I read this blog post last friday. It is about building a castle. How the Lord comes in to our hearts and desires to build beautiful wonderful things out of our hearts and lives. But all we wanted was for him to fix the leaky roof to our humble cottage. I suppose I knew Jesus was a carpenter, but I never thought of him as a contractor before.

On Saturday we had women’s group and I mentioned the post. Jill said something along the lines of “Yeah, remodeling is inconvenient! Sometimes you have to do your dishes in the bathtub.” I can’t get the thought out of my head, that the remodeling of my life, of my heart, of my soul, is likely to be uncomfortable and inconvenient at times.

There are times when Christ brings in the sledge-hammer and proceeds to knock down walls that you had been told were holding the house up. It is scary watching the support walls in your life crumble, only to discover that they were not as necessary as you were told. Or that they were necessary, but He put up some sort of non-permanent solution until the whole thing is remodeled. It sometimes looks like your life will come slamming down right onto your head.

Or sometimes he moves things that have been in place for years. Jesus changes around the light switches in the house of your life, or turns the water off to a particular faucet. It is so hard to unlearn old habits and stop turning on faucets that have worked in the past. That water needs to be cut off so that we will stop using that faucet. But we still go back until we finally have a new normal.

Sometimes Christ comes in and tears down the back deck, and you are annoyed. You liked that back deck; you used it. Where exactly are you supposed to put the grill now? It is really annoying. Why would he just tear down something that was working? But then He puts in the screened in porch of your dreams. Of course the deck had to go.

But mostly, when people talk about the inconvenience of cooking for months on a hot plate and a microwave, or doing their dishes in the tub, or having a family of seven using only one bathroom for a year, they talk about how it will be worth it. They have seen the plans, or designed those plans themselves. And when this inconvenience is all over the house will be bigger, or better, or nicer. The mess will be cleaned up and the dishwasher will be re-installed. The frustration will be over and a beautiful home will be in its place.

I don’t know what the final product will look like. The Lord knows there is a LOT of remodeling to be done in my life. But I know and trust the contractor intimately. And I believe that His design will be worth it.

Cast off Your Chains

Cast off your chains my friends, the ones that have been weighing you down. On the left wrist, the chain reads “try harder” on the right “do better.” Wrapped around both ankles is the chain of “you are not enough” it is held together with the links reading: should. I should be thinking this, feeling that, doing the other.

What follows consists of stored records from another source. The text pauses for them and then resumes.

/// What one reading needs: the count pair, and what the unit may add.
#[derive(Clone, Copy, Debug, PartialEq, Eq, Hash, Default)]
#[cfg_attr(feature = "defmt", derive(defmt::Format))]
pub struct Input {
    /// The sensor channel's count pair.
    pub pair: CountPair,
    /// The companion coil's (or reference electrode's) count pair, read
    /// with the same gate, when the unit has one.
    pub companion: Option<CountPair>,
    /// Temperature, for the drift model.
    pub temperature: Option<CentiCelsius>,
    /// Ring count of a ring-down after the gate (metal detection).
    pub ring_count: Option<u16>,
}

impl Input {
    /// Just a count pair.
    pub const fn counts(pair: CountPair) -> Self {
        Self {
            pair,
            companion: None,
            temperature: None,
            ring_count: None,
        }
    }
}

/// Why a reading has no trustworthy value.
#[derive(Clone, Copy, Debug, PartialEq, Eq, Hash)]
#[cfg_attr(feature = "defmt", derive(defmt::Format))]
pub enum SensorFault {
    /// The sensor channel's count pair failed the fault window.
    Counts(FaultError),
    /// The companion channel's count pair failed the fault window, or is
    /// missing although the calibration needs it.
    Companion(Option<FaultError>),
    /// The shift could not be formed.
    Shift(ShiftError),
    /// The companion ratio could not be formed.
    Ratio(CompanionError),
    /// The level reference electrode shows no liquid (its shift is not
    /// positive), so the level ratio is undefined.
    Reference,
}

/// A reading's status.
#[derive(Clone, Copy, Debug, PartialEq, Eq, Hash)]
#[cfg_attr(feature = "defmt", derive(defmt::Format))]
pub enum Status {
    /// A value inside the calibrated range.
    Ok,
    /// Below the calibrated range; the value is clamped to its end.
    BelowRange,
    /// Above the calibrated range; the value is clamped to its end.
    AboveRange,
    /// Nothing in range: proximity beyond the farthest calibrated gap;
    /// metal: no target present.
    NoTarget,
    /// No trustworthy value; the value is 0.
    SensorFault(SensorFault),
}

Should be spending less, should be giving more. You should have gotten to church on time and been more productive. You should be more, do more. You should get your act together. The shoulds link together wrap around your shoulders until you are stooped and shuffling along.

Some of these chains have been there so long, they feel as much a part of you as your arms. Some have snaked into your body and wrapped around your heart until it beats to the rhythm of the chain. Shouldshould, Shouldshould, Shouldshould.

Somehow, somewhere, someone taught you to wear these, maybe even wrapped the first one like a scarf gently around your neck. You are not enough, it read. But now you dress yourself in these chains every morning, some you even sleep in. Never take them off.

Someone may have even told you that Jesus wants you to carry these chains. They are a testament to Him, proof that you are faithful to your God. But these chains, these thoughts of inadequacy, these are not the things the Lord has for you. Jesus came to set you free from these chains.

Look closely, you will find the shackle on your wrist is unlocked. You do not in fact have to walk around today with the weight of trying harder and harder still. Let Jesus take that from you today. Allow Him to be enough…instead of you trying to be.

It may feel awkward, maybe even a little scary at first. New found freedom usually is. But soon you will realize, that without this chain, the one telling you to try harder, that your range of motion is extended. With Jesus holding the weight of that trying, you suddenly have the freedom to do just that.

Soon you will be dancing to the sound of those chains falling away. The sound of the clanking will cause your heart to dance with joy.

And your heart, oh your heart, it will recognize the freedom of the falling chain, reject the chain that snaked its way in. It will no longer beat Shouldshould Shouldshould. Instead it will beat Beloved Beloved. Because you are, just the way you are. No shoulds attached.

Jesus Lover

When people talk about me, what do they say? I have come to the conclusion that people are talking about me far less than I think they are. Seems I am the only one who thinks me so important. But when people do talk about me, what do they say? Oh, that is Abby she is…..?

There are so many things I want to be. A good teacher, (the teacher to some, the one that made the difference), a great mom and wife, a published author one day. All of those things plus the more general terms, kind, honest, funny. I hope people say that too. I hope those labels stick to me like the stickers on my food packaging, like the stamp on the milk container.

There are so many labels out there labels within labels even. Not just mom, working-mom, stay-at-home-mom, crunchy-granola-mom, attachment-mom, ferberizer (I know, really, it is a thing. I didn’t make it up.)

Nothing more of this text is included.